# James Hoffman (jimseven) book anybody?



## jlarkin (Apr 26, 2015)

Haven't seen this posted yet, James Hoffman was asking if anybody would like either an eBook or hard back of his writings. You can read this and, if you so wish, express interest here http://www.jimseven.com/2016/01/04/do-you-want-a-jimseven-book/


----------



## aaronb (Nov 16, 2012)

Yeah he posted that a while ago but I haven't heard any more.

I'd buy it, his blog is well written and informative, the world atlas of coffee is also a great read so I'm sure it would be good.


----------



## bronc (Dec 10, 2012)

Matt Perger mentioned on the last Hustle that Hoffman was considering printing a coffee variety family tree poster. I think he said something about orders being a minimum of 10+ posters. Maybe organize a group buy if it happens? http://www.jimseven.com/2016/02/25/a-coffee-variety-family-tree-timeline-poster/


----------



## risky (May 11, 2015)

I like the idea of his poster it's just too text heavily IMO.


----------



## hotmetal (Oct 31, 2013)

I like typographic posters.

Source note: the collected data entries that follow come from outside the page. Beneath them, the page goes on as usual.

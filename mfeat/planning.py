"""The plan of a dump: which patches of which images go into which part.

Parts follow from the sources and the settings alone, not from the number of workers, so that a run
may be resumed with another number of them and gives the same table.
"""

import itertools
from collections import Counter
from collections.abc import Iterable, Iterator
from dataclasses import dataclass, replace
from functools import lru_cache
from typing import Any, NamedTuple

import numpy as np
import pyarrow as pa
from joblib import Parallel, delayed
from sklearn.base import clone
from tqdm import tqdm

from mfeat.entries import CARRIED, Sources
from mfeat.images import ImageInfo, UnreadableImage, scan
from mfeat.options import DumpSettings, uniform_pitch
from mfeat.plan import VectorPlan
from mfeat.schema import table_schema, table_settings
from mfeat.settings import resolve

#: Compressed images of up to this many pixels are decoded whole, so that damage anywhere in one
#: rejects the file and not a part of it; larger ones are read in strips where the format allows.
WHOLE_PIXELS = 1 << 24

# Cost of a part in pixels: those of its patches and those of the images it decodes. Parts grow with
# the job between these, so that small jobs are shared well and large ones make few files.
_PART_COSTS = (1 << 23, 1 << 27)
_PARTS_WANTED = 256
_COST_OF_FILE = 20_000
_COST_OF_REJECT = 1_000

_SCANNED_AT_ONCE = 64

_SIZED = ("part", "patches", "rows", "cols")


class Item(NamedTuple):
    """Some patches of one image: rows of its grid, or one region; or the reason why none.

    Attributes
    ----------
    entry : int
        Row of the sources.
    page : int
        Page of the file.
    rows, cols : int
        Size of the image.
    row, col, height, width : int
        Region to cut: the image itself if the sources name none.
    first, stop : int
        Rows of the grid of patches in the region; 0 and 0 where the region is one patch.
    split : bool
        Whether other items have the rest of the image.
    patches : int
        Number of patches.
    reason : str or None
        Why the image is rejected.
    """

    entry: int
    page: int
    rows: int
    cols: int
    row: int
    col: int
    height: int
    width: int
    first: int
    stop: int
    split: bool
    patches: int
    reason: str | None


_ITEM_SCHEMA = pa.schema(
    [(name, pa.int32()) for name in Item._fields[:10]]
    + [("split", pa.bool_()), ("patches", pa.int64()), ("reason", pa.string())]
    + [("part", pa.int32())]
)


@dataclass(frozen=True)
class Plan:
    """What a dump is going to write.

    Attributes
    ----------
    sources : Sources
    settings : DumpSettings
        With the pitch of the manifest, if that is the same for all images.
    schema : pyarrow.Schema
        Of the table.
    items : pyarrow.Table
        Columns as in `Item`, and `part`, ascending.
    notes : dict of str to int
        Remarks on images and how many images each concerns.
    """

    sources: Sources
    settings: DumpSettings
    schema: pa.Schema
    items: pa.Table
    notes: dict[str, int]


def part_sizes(items: pa.Table, size: tuple[int, int]) -> tuple[np.ndarray, np.ndarray]:
    """Return the number of patches of each part, and its cost in pixels."""
    columns = (items[name].to_numpy().astype(np.int64) for name in _SIZED)
    part, patches, rows, cols = columns
    patches_of = np.bincount(part, patches).astype(np.int64)
    return patches_of, np.bincount(part, patches * (size[0] * size[1]) + rows * cols)


class PitchedPlans:
    """The plan of the vector for each pitch of the images."""

    def __init__(self, settings: DumpSettings):
        self._settings = settings
        self._of_pitch = lru_cache(64)(self._make)
        self._own = settings.transformer._plan(learned=True)

    def of(self, pitch: tuple[float, float] | None) -> VectorPlan:
        """Return the plan for a pitch (rows, columns); None is that of the transformer."""
        if pitch is None or pitch == self._own.pitch:
            return self._own
        return self._of_pitch(pitch)

    def _make(self, pitch: tuple[float, float]) -> VectorPlan:
        return resolve(clone(self._settings.transformer).set_params(pitch=pitch))


def pitch_of(entry: dict[str, Any]) -> tuple[float, float] | None:
    """Return the pitch (rows, columns) of an entry of the sources, None where it has none."""
    if entry["pitch_x"] is None:
        return None
    return (entry["pitch_y"], entry["pitch_x"])


def with_pitch(settings: DumpSettings, sources: Sources) -> tuple[DumpSettings, bool]:
    """Return settings with the pitch of the sources if all share one, and whether they differ."""
    columns = [sources.entries[name] for name in ("pitch_y", "pitch_x")]
    if columns[0].null_count:
        return settings, False
    pitch = uniform_pitch(settings, np.stack([column.to_numpy() for column in columns], axis=1))
    if pitch is None:
        return settings, True
    transformer = settings.transformer
    if pitch != transformer._plan().pitch:
        transformer = clone(transformer).set_params(pitch=pitch)
        if transformer.level_rule == "fitted":
            raise ValueError(
                f"the levels were learned at pitch {settings.transformer.pitch}, the manifest has "
                f"{pitch}; fit the transformer with that pitch"
            )
    return replace(settings, transformer=transformer), False


def make_plan(
    sources: Sources, settings: DumpSettings, parallel: Parallel | None = None, quiet: bool = True
) -> Plan:
    """Read the headers of all images and decide what goes into which part.

    Raises
    ------
    ValueError
        If the settings cannot go with the sources: pitch, column names, patches too small for the
        scales of the fields.
    """
    settings, per_image = with_pitch(settings, sources)
    if not per_image:
        _check_grid(sources, settings)
    units = sources.entries["unit"].unique().to_pylist()
    about = table_settings(
        settings.transformer, per_image, settings.channel, units[0] if len(units) == 1 else None
    )
    label = sources.entries["label"].type
    carried = [
        pa.field(name, sources.entries.schema.field(CARRIED + name).type)
        for name in sources.carried
    ]
    schema = table_schema(
        settings.transformer,
        about,
        per_image,
        pa.int64() if settings.label_from == "truth" else label,
        carried,
    )
    notes: Counter[str] = Counter()
    items = list(_items(sources, settings, parallel, quiet, notes))
    return Plan(sources, settings, schema, _in_parts(items, settings, sources), dict(notes))


def _items(
    sources: Sources,
    settings: DumpSettings,
    parallel: Parallel | None,
    quiet: bool,
    notes: Counter[str],
) -> Iterator[tuple[Item, bool]]:
    """Yield one item an image or region, and whether it may be cut into several."""
    plans = PitchedPlans(settings)
    entries = sources.entries
    needed = ["location", "row", "col", "height", "width", "pitch_x", "pitch_y"]
    known: dict[str, list[ImageInfo] | str] = {}
    regions = entries["row"].null_count < len(entries)
    progress = tqdm(total=len(entries), desc="headers", unit="image", disable=quiet)
    for start in range(0, len(entries), 64 * _SCANNED_AT_ONCE):
        some = entries.select(needed).slice(start, 64 * _SCANNED_AT_ONCE).to_pylist()
        if not regions:
            known.clear()  # nothing is listed twice
        wanted = list(dict.fromkeys(e["location"] for e in some if e["location"] not in known))
        known |= zip(wanted, _scan_all(wanted, settings, parallel), strict=True)
        for k, entry in enumerate(some, start):
            found = known[entry["location"]]
            if isinstance(found, str):
                yield _rejected(k, found, entry), False
                continue
            for info in found:
                notes.update(note for note in info.notes.split("; ") if note)
                yield _item(k, entry, info, settings, plans)
        progress.update(len(some))
    progress.close()


def _scan_all(
    locations: list[str], settings: DumpSettings, parallel: Parallel | None
) -> Iterable[list[ImageInfo] | str]:
    how = (settings.max_pixels, settings.channel)
    if parallel is None or len(locations) <= _SCANNED_AT_ONCE:
        return _scan_some(locations, *how)
    parts = (
        locations[k : k + _SCANNED_AT_ONCE] for k in range(0, len(locations), _SCANNED_AT_ONCE)
    )
    done = parallel(delayed(_scan_some)(part, *how) for part in parts)
    return [found for some in done for found in some]


def _scan_some(
    locations: list[str], max_pixels: int, channel: str | int
) -> list[list[ImageInfo] | str]:
    """Return what the headers of files say, or the reason why they cannot be read."""
    found: list[list[ImageInfo] | str] = []
    for location in locations:
        try:
            found.append(scan(location, max_pixels, channel))
        except UnreadableImage as error:
            found.append(str(error))
    return found


def _rejected(entry: int, reason: str, about: dict[str, Any], info: ImageInfo | None = None):
    region = [about[name] if about["row"] is not None else -1 for name in ("row", "col")]
    page = 0 if info is None else info.page
    return Item(entry, page, 0, 0, *region, 0, 0, 0, 0, False, 0, reason)


def _item(
    entry: int, about: dict[str, Any], info: ImageInfo, settings: DumpSettings, plans: PitchedPlans
) -> tuple[Item, bool]:
    rows, cols = info.shape
    page = f"page {info.page}: " if info.page else ""
    region = (0, 0, rows, cols)
    if about["row"] is not None:
        region = tuple(about[name] for name in ("row", "col", "height", "width"))
        if region[0] + region[2] > rows or region[1] + region[3] > cols:
            reason = (
                f"{page}region of {region[2]}x{region[3]} pixels at row {region[0]}, column "
                f"{region[1]} reaches outside the image of {rows}x{cols}"
            )
            return _rejected(entry, reason, about, info), False
    single = about["row"] is not None and settings.regions == "patch"
    size = region[2:] if single else settings.grid.size
    plan = plans.of(pitch_of(about))
    wide = size[1] if info.mapped else cols
    if size[0] * wide > settings.max_pixels:
        reason = (
            f"{page}too large: {size[0]} rows of {wide} pixels have to be held at once, the limit "
            f"max_pixels is {settings.max_pixels}"
        )
        return _rejected(entry, reason, about, info), False
    try:
        plan.check_scales(size)
        starts = None if single else settings.grid.starts(region[2:])
    except ValueError as error:
        return _rejected(entry, f"{page}{error}", about, info), False
    if starts is None:
        return Item(entry, info.page, rows, cols, *region, 0, 0, False, 1, None), False
    count = len(starts[0]) * len(starts[1])
    item = Item(entry, info.page, rows, cols, *region, 0, len(starts[0]), False, count, None)
    return item, info.mapped or (info.in_strips and rows * cols > WHOLE_PIXELS)


def _check_grid(sources: Sources, settings: DumpSettings) -> None:
    """Refuse settings under which no patch of the grid is large enough for the fields."""
    entries = sources.entries
    if settings.regions == "grid" or entries["row"].null_count:
        plan = settings.transformer._plan()
        plan.check_scales(settings.grid.size)


def _in_parts(items: list[tuple[Item, bool]], settings: DumpSettings, sources: Sources) -> pa.Table:
    """Cut items where they may be cut and give each a part, in order."""
    pixels = settings.grid.size[0] * settings.grid.size[1]
    locations = sources.entries["location"].combine_chunks().dictionary_encode().indices.to_numpy()

    def image_of(item: Item) -> tuple[int, int]:
        return int(locations[item.entry]), item.page

    def cost(item: Item, decoded: bool) -> int:
        if item.reason is not None:
            return _COST_OF_REJECT
        own = pixels if item.stop else item.height * item.width
        image = 0 if decoded else item.rows * item.cols + _COST_OF_FILE
        return item.patches * own + image

    before = itertools.chain([None], (image_of(item) for item, _ in items))
    costs = [
        cost(item, image_of(item) == last) for (item, _), last in zip(items, before, strict=False)
    ]
    total = sum(costs)
    target = min(max(total // _PARTS_WANTED, _PART_COSTS[0]), _PART_COSTS[1])
    columns: list[list] = [[] for _ in Item._fields]
    parts, part, filled = [], 0, 0
    for (item, divisible), own in zip(items, costs, strict=True):
        for piece in _pieces(item, target, own) if divisible else (item,):
            if filled >= target:
                part, filled = part + 1, 0
                own = cost(item, False)  # the image of the item before is decoded elsewhere
            filled += own if not piece.split else own * piece.patches // item.patches
            for column, value in zip(columns, piece, strict=True):
                column.append(value)
            parts.append(part)
    return pa.Table.from_arrays(
        [pa.array(c, f.type) for c, f in zip([*columns, parts], _ITEM_SCHEMA, strict=True)],
        schema=_ITEM_SCHEMA,
    )


def _pieces(item: Item, target: int, cost: int) -> Iterator[Item]:
    """Cut an item at rows of its grid into pieces of about equal cost, none above the target."""
    count = min(-(-cost // target), item.stop)
    if count <= 1:
        yield item
        return
    across = item.patches // item.stop
    bounds = [item.stop * k // count for k in range(count + 1)]
    for first, stop in itertools.pairwise(bounds):
        yield item._replace(first=first, stop=stop, split=True, patches=(stop - first) * across)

But at A1 the copy may be too small to read on a wall in a frame. Did he mean Maragopype? There was me thinking it was Maragogype. Hope they haven't run 1000 of these already if it's not been proof read. I've messaged him.


----------



## jlarkin (Apr 26, 2015)

hotmetal said:


> I like typographic posters. But at A1 the copy may be too small to read on a wall in a frame. Did he mean Maragopype? There was me thinking it was Maragogype. Hope they haven't run 1000 of these already if it's not been proof read. I've messaged him.


I saw somebody with loads of comments on the Barista slack about how the typeface isn't right and some things are offsett a bit etc. He's probably wishing they'd double or triple checked it


----------



## hotmetal (Oct 31, 2013)

Oh gawd! He probably thinks that was me (it wasn't) cos I replied with my studio email. It's hard to tell much from a jpg that size but I have an uncanny knack of spotting typos from a distance as if they were highlighted. Very useful in my job but does my colleagues' heads in cos I see their mistakes on their screen as I walk past to get the coffees in!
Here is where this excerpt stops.